Entre medias, leí mucho, por supuesto, muchísimo. Llegué al colegio sabiendo leer y escribir, por lo que había que ocupar el tiempo: y leía, yendo y viniendo de la biblioteca del colegio Padre Dehon, tomando libros y dejando libros: la serie azul de Barco de Vapor, luego la naranja (todavía recuerdo mi ataque de risa leyendo en clase El pirata Garrapata), los libros de Enid Blyton de mi madre, todas las historias de Arthur Conan Doyle y su Sherlock Holmes, el joven detective Flanagan de Andreu Martín y Jaume Ribera. Cuando se acababan esas historias, mi cabeza empezaba a crear otras, por lo que también empecé, por esos años, a escribir algunos cuentos.
Por eso me sentí reflejado en las palabras que no hace mucho pronunció Francisco Ibáñez en una entrevista: «El tebeo es el primer paso hacia la alta literatura». Leyendo cómics se aprende a escribir, se aprende a condensar la historia, la trama, a buscar la frase que contenga el mensaje correcto, la palabra justa. Ni una más ni una menos. Además, esas historias de Ibáñez siguen siendo divertidas y atractivas para los más jóvenes, aventuras inmortales a precio reducido que podemos encontrar hoy en día en esas voluminosas ediciones de Bruguera.

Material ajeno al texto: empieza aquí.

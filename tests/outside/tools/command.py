# SPDX-License-Identifier: GPL-3.0-or-later
"""What the Python checks of the command share: keeping count, and running a case."""
import csv
import json
import os
import subprocess
import tempfile

ROOT = os.path.abspath(os.path.join(os.path.dirname(__file__), "..", "..", ".."))


class Tally:
    """Counts checks and prints those that fail; `told` also prints those that pass."""

    def __init__(self, told=False):
        self.passed = self.failed = self.skipped = 0
        self.told = told

    def within(self, what, got, low, high):
        got = float("nan") if got is None else got
        good = low <= got <= high  # false for NaN
        self.passed += good
        self.failed += not good
        if self.told or not good:
            print(f"{'ok    ' if good else 'FAILED'} {what}: {got:.6g}, expected {low:.6g} to {high:.6g}")

    def near(self, what, got, want, share):
        width = share * abs(want)
        self.within(what, got, want - width, want + width)

    def holds(self, what, good):
        self.passed += bool(good)
        self.failed += not good
        if self.told or not good:
            print(f"{'ok    ' if good else 'FAILED'} {what}")

    def skip(self, why, count=1):
        print(f"skipped: {why}")
        self.skipped += count

    def close(self):
        print(f"{self.passed} passed, {self.failed} failed, {self.skipped} skipped")
        return 1 if self.failed else 0


class Run:
    """One `swirlpot run`: status, the JSON document, and the series as columns of numbers."""

    def __init__(self, program, case, sets=(), limit=300):
        words = [program, "run", case if os.path.isabs(case) else os.path.join(ROOT, case), "--json"]
        for s in sets:
            words += ["--set", s]
        with tempfile.TemporaryDirectory() as folder:
            done = subprocess.run(words + ["-o", folder], capture_output=True, text=True, check=False, timeout=limit)
            self.status, self.said = done.returncode, done.stderr
            self.result = json.loads(done.stdout) if done.returncode in (0, 1) else None
            self.series = {}
            if self.result:
                with open(os.path.join(folder, "series.csv"), newline="", encoding="utf-8") as f:
                    rows = list(csv.reader(f))
                for i, heading in enumerate(rows[0]):
                    self.series[heading.split(" [")[0]] = [float(r[i]) if r[i] else float("nan") for r in rows[1:]]

    def last(self, name):
        return self.series[name][-1]


def require(program, case, sets=()):
    """A run that must come to its end."""
    run = Run(program, case, sets)
    if run.result is None:
        print(f"status {run.status} from {case} with {list(sets)}:\n{run.said}\n0 passed, 1 failed, 0 skipped")
        raise SystemExit(1)
    return run
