int main(void)
{
    const struct CMUnitTest tests[] = {
        cmocka_unit_test(seconds_to_the_limit),
        cmocka_unit_test(limits_that_move),
        cmocka_unit_test(water_lost),
        cmocka_unit_test(battery_runs_flat),
        cmocka_unit_test(two_drives),
        cmocka_unit_test(tank_remembers),
        cmocka_unit_test(head_that_cavitation_costs),
        cmocka_unit_test(events_are_the_lifts),
        cmocka_unit_test(play_follows_the_wax),
    };
    return cmocka_run_group_tests(tests, begin, end);
}
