/* SPDX-License-Identifier: MIT */
/* bench_move PROGRAM [ARGUMENT…]: bytes to the terminal and time per move of
 * the selection at 80 x 24, and bytes while idle. */
#include <stdbool.h>
#include <stdio.h>
#include <stdlib.h>

#include "bench_pty.h"

enum { MOVES = 60, QUIET_MS = 15, SETTLE_MS = 300, BYTES_MAX = 200 };

int main(int argc, char **argv)
{
    static const char *const keys[] = {"\033OB", "\033OC", "\033OC",
                                       "\033OB", "\033OC", "\033OA"};
    if (argc < 2)
        return EXIT_FAILURE;
    struct bench b = bench_start(argv + 1);
    struct burst first = bench_read(&b, SETTLE_MS);
    double bytes[MOVES];
    double time_ms[MOVES];
    double most = 0;
    for (int i = 0; i < MOVES; i++) {
        double sent = bench_now();
        bench_send(&b, keys[i % 6]);
        struct burst move = bench_read(&b, QUIET_MS);
        bytes[i] = (double)move.bytes;
        time_ms[i] = move.bytes ? 1e3 * (move.last - sent) : 0;
        most = bytes[i] > most ? bytes[i] : most;
    }
    struct burst idle = bench_read(&b, 1000);
    bench_end(&b);
    double median = bench_median(bytes, MOVES);
    printf("first screen: %zu bytes; a move: %.0f bytes (median), %.0f (most; "
           "at most %d), %.2f ms (median); idle: %zu bytes\n",
           first.bytes, median, most, BYTES_MAX, bench_median(time_ms, MOVES),
           idle.bytes);
    bool fits = most <= BYTES_MAX && median > 0 && idle.bytes == 0;
    return fits ? EXIT_SUCCESS : EXIT_FAILURE;
}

Leer mucho obliga a renovarse continuamente, ya que los libros se van agotando. Si el niño ve que en su casa se lee, acabará contagiado de ese placer. Vengo a decir esto por los estudios que, de tanto en tanto, nos azotan con los hábitos de lectura o el aumento de las faltas de ortografía. Considero que va unido. Si uno lee mucho y se fija en lo que lee, la ortografía va impregnando nuestra conciencia. Y luego puede ponerse a escribir. Son los cimientos de la literatura: ortografía y sintaxis. El dominio del lenguaje y la capacidad de construir frases con sentido. Sin abusar de puntos, sin menospreciar las comas. Eso necesita mucha práctica, aunque existen muchos y muy buenos manuales para empezar. Es, quizá, la asignatura pendiente de nuestros escolares. Por eso me gusta esa parte del proyecto de ley educativa del ministro Wert (quizá solo me gusta eso): ampliar las horas de lengua castellana. Más horas de lectura y de esa asignatura olvidada, la escritura creativa. Una clase donde el niño, con unas mínimas directrices, pueda dar rienda suelta a su imaginación. ¿Se imaginan? Porque a escribir se aprende leyendo. Para que otros, en un futuro, puedan también aprender a leer.